| TASK ITEM |
Only the lines below starting at the one containing "used.add(first);" and ending at the one containing "of gridSearch. */" belong in the answer, each copied exactly.

Records from a dataset
════

/**
 * Model-only start of a parallel symmetric-top band (see the file comment).
 * @param model first guess (cm^-1); must be a parallel band of a prolate or oblate top
 * @param peaks the trace's peak list (ascending, cm^-1)
 * @param floatable keys the fit may float: upper.origin, upper.B, lower.B and the upper unique
 *   constant are needed; DJK is searched only when upper.DJK and lower.DJK may float
 * @returns seeds, the corrected model and what was found (or why nothing was)
 */
export function assistantParallelStart(model: BandModel, peaks: PeakList, floatable: readonly string[]): AssistantParallelStart {
  const refuse = (why: string): AssistantParallelStart => ({ lines: [], model, text: `parallel start refused: ${why}` });
  if (model.band !== 'parallel' || model.shape === 'linear') return refuse('not a parallel band of a symmetric top');
  const unique = model.shape === 'prolate' ? 'A' : 'C';
  const floats = new Set(floatable);
  for (const k of ['upper.origin', 'upper.B', 'lower.B', `upper.${unique}`])
    if (!floats.has(k)) return refuse(`${k} is held fixed; the start needs it free`);
  const hasDjk = floats.has('upper.DJK') && floats.has('lower.DJK');
  const hasDj = floats.has('upper.DJ') && floats.has('lower.DJ');
  if (peaks.count < 10) return refuse(`only ${peaks.count} peaks`);
  const context = assistantPeakContext(peaks);
  // Lines expected above the peak finder's threshold: the weakest peak found, relative to the
  // strongest (which the strongest predicted line, intensity 1, roughly is), times VISIBLE_FACTOR.
  let hMin = Infinity;
  let hMax = 0;
  for (let p = 0; p < peaks.count; p++) {
    hMin = Math.min(hMin, peaks.height[p]);
    hMax = Math.max(hMax, peaks.height[p]);
  }
  const visible = hMax > 0 ? (VISIBLE_FACTOR * hMin) / hMax : 0;
  const tau = context.medianFwhmCm1;
  const bRef = Math.abs(model.lower.B);
  const uRef = Math.max(Math.abs(model.lower[unique]), Math.abs(model.upper[unique]));
  // Windows: the first-guess errors a user makes (origin 0.4 cm^-1, B 0.5 %, A or C 1 % in both
  // states, which leaves their difference off by a few tenths of a per cent), with room to spare.
  const originWindow = 0.6;
  const sumWindow = 0.006 * bRef;
  const diffWindow = 0.003 * bRef;
  const uniqueWindow = 0.004 * uRef + 0.002 * bRef;
  const djkWindow = 1e-4 * bRef;
  const djWindow = 1e-5 * bRef;

  const apply = (m: BandModel, delta: number, dims: readonly Dim[], values: readonly number[]): BandModel => {
    const next: BandModel = { ...m, lower: { ...m.lower }, upper: { ...m.upper } };
    next.upper.origin += delta;
    dims.forEach((dim, k) => {
      const v = values[k];
      if (dim === 'sum') {
        next.upper.B += v;
        next.lower.B += v;
      } else if (dim === 'diff') {
        next.upper.B += v / 2;
        next.lower.B -= v / 2;
      } else if (dim === 'unique') next.upper[unique] += v;
      else if (dim === 'dj') {
        next.upper.DJ += v;
        next.lower.DJ += v;
      } else if (dim === 'djk') {
        next.upper.DJK += v;
        next.lower.DJK += v;
      }
    });
    return next;
  };
  /** One stage's grid search (gridSearch) on the lines `keep` selects, predicted by model `from`. */
  const search = (
    from: BandModel,
    name: string,
    keep: (lines: LineList, i: number) => boolean,
    dims: [Dim, Dim, Dim],
    windows: [number, number, number, number],
  ): { stage: Stage; best: BandModel; others: { model: BandModel; count: number }[] } | string => {
    const lines = bandLines(from, { minIntensity: 1e-4 });
    const idx: number[] = [];
    for (let i = 0; i < lines.count; i++) if (keep(lines, i)) idx.push(i);
    idx.sort((x, y) => lines.intensity[y] - lines.intensity[x]);
    const use = idx.slice(0, STAGE_LINES).filter((i) => lines.intensity[i] >= visible);
    if (use.length < 6) return `${name}: only ${use.length} predicted lines expected above the noise`;
    const at = new Map(use.map((i) => [i, derivatives(lines, i)]));
    const pick = (dim: Dim) => (i: number) => (dim === 'none' || dim === 'delta' ? 0 : at.get(i)![dim]);
    const derivs: [(i: number) => number, (i: number) => number, (i: number) => number] = [pick(dims[0]), pick(dims[1]), pick(dims[2])];
    const r = gridSearch(peaks, tau, use, lines.wavenumberCm1, derivs, windows, bRef);
    if (r.isCoarse) {
      // Refine around the best of the coarse pass (its rivals and chance level stand).
      const shifted = Float64Array.from(lines.wavenumberCm1, (v) => v + r.delta);
      const fine = gridSearch(peaks, tau, use, shifted, derivs, [2 * tau, 2 * r.steps[0], 2 * r.steps[1], 2 * r.steps[2]], bRef, r.values);
      if (fine.count >= r.count) Object.assign(r, { delta: r.delta + fine.delta, values: fine.values, count: fine.count });
    }
    const chanceCount = r.chance * r.n;
    if (r.count < chanceCount + CHANCE_Z * Math.sqrt(Math.max(chanceCount * (1 - r.chance), 1)))
      return `${name}: the best setting puts ${r.count} of ${r.n} lines on a peak, hardly more than chance (${(100 * r.chance).toFixed(0)} %)`;
    const passes = (count: number) => count >= chanceCount + CHANCE_Z * Math.sqrt(Math.max(chanceCount * (1 - r.chance), 1));
    return {
      stage: { name, result: r },
      best: apply(from, r.delta, dims, r.values),
      others: r.others.filter((o) => passes(o.count)).map((o) => ({ model: apply(from, o.delta, dims, o.values), count: o.count })),
    };
  };
  const describe = (stages: Stage[]) =>
    stages
      .map(
        (s) =>
          `${s.name}: ${s.result.count} of ${s.result.n} lines on a peak (chance ${(100 * s.result.chance).toFixed(0)} %, a rung away ${s.result.rival?.count ?? 0})`,
      )
      .join('; ');
  /** Stages 2 and 3 and the seeds from the model stage 1 left. */
  const finish = (from: BandModel, stages: Stage[]): { lines: AssistantLine[]; model: BandModel; text: string; score: number } => {
    let at = from;
    const steps: [string, (l: LineList, i: number) => boolean, [Dim, Dim, Dim], [number, number, number, number]][] = [
      [
        'the J comb',
        (l, i) => Math.abs(mOf(l, i)) <= COMB_MAX_M && l.deltaJ[i] !== 0 && l.kLower[i] <= COMB_MAX_K,
        ['sum', 'diff', hasDj ? 'dj' : 'none'],
        [2 * tau, sumWindow / 3, diffWindow / 3, hasDj ? djWindow : 0],
      ],
      [
        'the K structure',
        (l, i) => Math.abs(mOf(l, i)) <= COMB_MAX_M && l.kLower[i] > COMB_MAX_K,
        ['unique', hasDjk ? 'djk' : 'none', 'none'],
        [2 * tau, uniqueWindow / 4, hasDjk ? djkWindow : 0, 0],
      ],
    ];
    for (const [name, keep, dims, windows] of steps) {
      const r = search(at, name, keep, dims, windows);
      if (typeof r === 'string') return { lines: [], model: at, text: `parallel start refused: ${describe(stages)}; ${r}`, score: 0 };
      const { count, n } = r.stage.result;
      if (count < MIN_MATCHED_FRACTION * n) {
        const why = `${name}: the best setting puts only ${count} of ${n} lines expected above the noise on a peak`;
        return { lines: [], model: at, text: `parallel start refused: ${describe(stages)}; ${why}`, score: 0 };
      }
      stages.push(r.stage);
      at = r.best;
    }
    const options = assistantOptionsResolve(at);
    const seeds = pickSeeds(at, peaks, context, tau, options.positionFloorFraction, options.blendUncertaintyFraction);
    const score = stages.slice(1).reduce((sum, st) => sum + st.result.count, 0);
    if (seeds.length < 3)
      return { lines: [], model: at, text: `parallel start refused: ${describe(stages)}; only ${seeds.length} isolated lines`, score: 0 };
    return { lines: seeds, model: at, text: `parallel start: ${describe(stages)}; ${seeds.length} seeds`, score };
  };

  const gap = search(
    model,
    'clusters next to the band gap',
    (l, i) => Math.abs(mOf(l, i)) <= GAP_MAX_M && l.deltaJ[i] !== 0,
    ['sum', 'unique', 'diff'],
    [originWindow, sumWindow, uniqueWindow, diffWindow],
  );
  if (typeof gap === 'string') return refuse(gap);
  // The P/R ladder relabelled by one rung is the same parabola with the gap moved, so the clusters
  // next to the gap may fit other numberings nearly as well: each numbering that beats chance there
  // goes through stages 2 and 3, and the one whose J comb and K structure put the most lines on
  // peaks is the start; a second within the margin is its runner-up (run as a rival hypothesis).
  const chains = [gap.best, ...gap.others.map((o) => o.model)].map((m) => finish(m, [gap.stage]));
  const passed = chains.filter((c) => c.lines.length > 0).sort((x, y) => y.score - x.score);
  const tried = chains.length > 1 ? ` (${chains.length} numberings tried, ${passed.length} passed every stage)` : '';
  if (passed.length === 0) return { lines: [], model, text: chains[0].text + tried };
  const [main, second] = passed;
  const margin = Math.max(MARGIN_MIN, MARGIN_FRACTION * main.score);
  const isClose = second !== undefined && second.score > main.score - margin;
  return {
    lines: main.lines,
    model: main.model,
    text:
      main.text +
      tried +
      (isClose ? `; a numbering a rung away fits nearly as well (${second.score} against ${main.score} lines): both are run` : ''),
    runnerUp: isClose ? { lines: second.lines, model: second.model } : undefined,
  };
}

function pickSeeds(
  model: BandModel,
  peaks: PeakList,
  context: ReturnType<typeof assistantPeakContext>,
  tau: number,
  floor: number,
  blend: number,
): AssistantLine[] {
  const lines = bandLines(model, { minIntensity: 1e-3 });
  const order = Int32Array.from({ length: lines.count }, (_, i) => i).sort((a, b) => lines.wavenumberCm1[a] - lines.wavenumberCm1[b]);
  const sortedNu = Float64Array.from(order, (i) => lines.wavenumberCm1[i]);
  const half = SEED_WINDOW_FWHM * tau;
  const byIntensity = Array.from({ length: lines.count }, (_, i) => i)
    .filter((i) => lines.deltaJ[i] !== 0 && Math.abs(mOf(lines, i)) <= SEED_MAX_M)
    .sort((a, b) => lines.intensity[b] - lines.intensity[a]);
  const perK = new Map<number, number>();
  const used = new Set<number>();
  const seeds: AssistantLine[] = [];
  for (const i of byIntensity) {
    if (seeds.length >= SEED_COUNT) break;
    const k = lines.kLower[i];
    if ((perK.get(k) ?? 0) >= SEED_PER_K) continue;
    const x = lines.wavenumberCm1[i];
    const [first, last] = assistantPeaksInRange(peaks, x - half, x + half);
    if (last !== first || used.has(first)) continue;
    if (Math.abs(peaks.wavenumberCm1[first] - x) > tau / 3) continue;
    if (!assistantLineIsolated(lines, order, sortedNu, i, half, SEED_ISOLATION)) continue;
    used.add(first);
    perK.set(k, (perK.get(k) ?? 0) + 1);
    const label = lineLabelAscii(0, lines.deltaJ[i], k, lines.jLower[i], model.shape);
    const reason = `model-only seed (parallel start): the only peak within ±${half.toPrecision(2)} cm^-1 of ${label} predicted at ${x.toFixed(4)} cm^-1, no comparable line predicted nearby`;
    const quanta = { jUpper: lines.jUpper[i], kUpper: lines.kUpper[i], jLower: lines.jLower[i], kLower: k };
    const place = { id: `pseed${seeds.length + 1}`, quanta, peak: first, predictedCm1: x, matchSigmaCm1: half / 3, reason };
    seeds.push(assistantSeedOnPeak(peaks, context, place, floor, blend));
  }
  return seeds;
}

/** One setting of gridSearch: origin shift (cm^-1), the three constants' changes (cm^-1), distinct peaks matched. */
interface GridSetting {
  delta: number;
  values: [number, number, number];
  count: number;
}

/** Most (δ bin, peak) cells gridSearch keeps track of (an Int32Array of this length: 20 MB). */
const STAMP_MAX = 5_000_000;

/** Other numberings gridSearch reports. */
const GRID_OTHERS = 4;

/** Best setting of gridSearch. */
interface GridBest {
  /** Origin shift, cm^-1. */
  delta: number;
  /** Changes of the three constants searched (cm^-1). */
  values: [number, number, number];
  /** Distinct peaks within τ/2 of a line at the best setting. */
  count: number;
  /** Lines used. */
  n: number;
  /** Median count over the grid / n (what chance coincidences give). */
  chance: number;
  /** The best setting whose origin shift differs from the best by more than B (another numbering), or null. */
  rival: GridSetting | null;
  /** Grid steps of the three constants (cm^-1; 0 where not searched). */
  steps: [number, number, number];
  /** The steps are coarser than τ at the farthest line (GRID_MAX_POINTS): refine around the best. */
  isCoarse: boolean;
  /** The best settings of other numberings (origin shifts more than B from the best and from each other), best first, at most GRID_OTHERS. */
  others: GridSetting[];
}

/** Most grid steps on each side per constant. */
const GRID_MAX_STEPS = 120;
/** Most grid points of the three constants in one pass (bounds the time: a pass costs points × lines × peaks in the δ window). */
const GRID_MAX_POINTS = 20_000;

════

| WRITTEN REPLY |
    used.add(first);
    perK.set(k, (perK.get(k) ?? 0) + 1);
    const label = lineLabelAscii(0, lines.deltaJ[i], k, lines.jLower[i], model.shape);
    const reason = `model-only seed (parallel start): the only peak within ±${half.toPrecision(2)} cm^-1 of ${label} predicted at ${x.toFixed(4)} cm^-1, no comparable line predicted nearby`;
    const quanta = { jUpper: lines.jUpper[i], kUpper: lines.kUpper[i], jLower: lines.jLower[i], kLower: k };
    const place = { id: `pseed${seeds.length + 1}`, quanta, peak: first, predictedCm1: x, matchSigmaCm1: half / 3, reason };
    seeds.push(assistantSeedOnPeak(peaks, context, place, floor, blend));
  }
  return seeds;
}

/** One setting of gridSearch: origin shift (cm^-1), the three constants' changes (cm^-1), distinct peaks matched. */
interface GridSetting {
  delta: number;
  values: [number, number, number];
  count: number;
}

/** Most (δ bin, peak) cells gridSearch keeps track of (an Int32Array of this length: 20 MB). */
const STAMP_MAX = 5_000_000;

/** Other numberings gridSearch reports. */
const GRID_OTHERS = 4;

/** Best setting of gridSearch. */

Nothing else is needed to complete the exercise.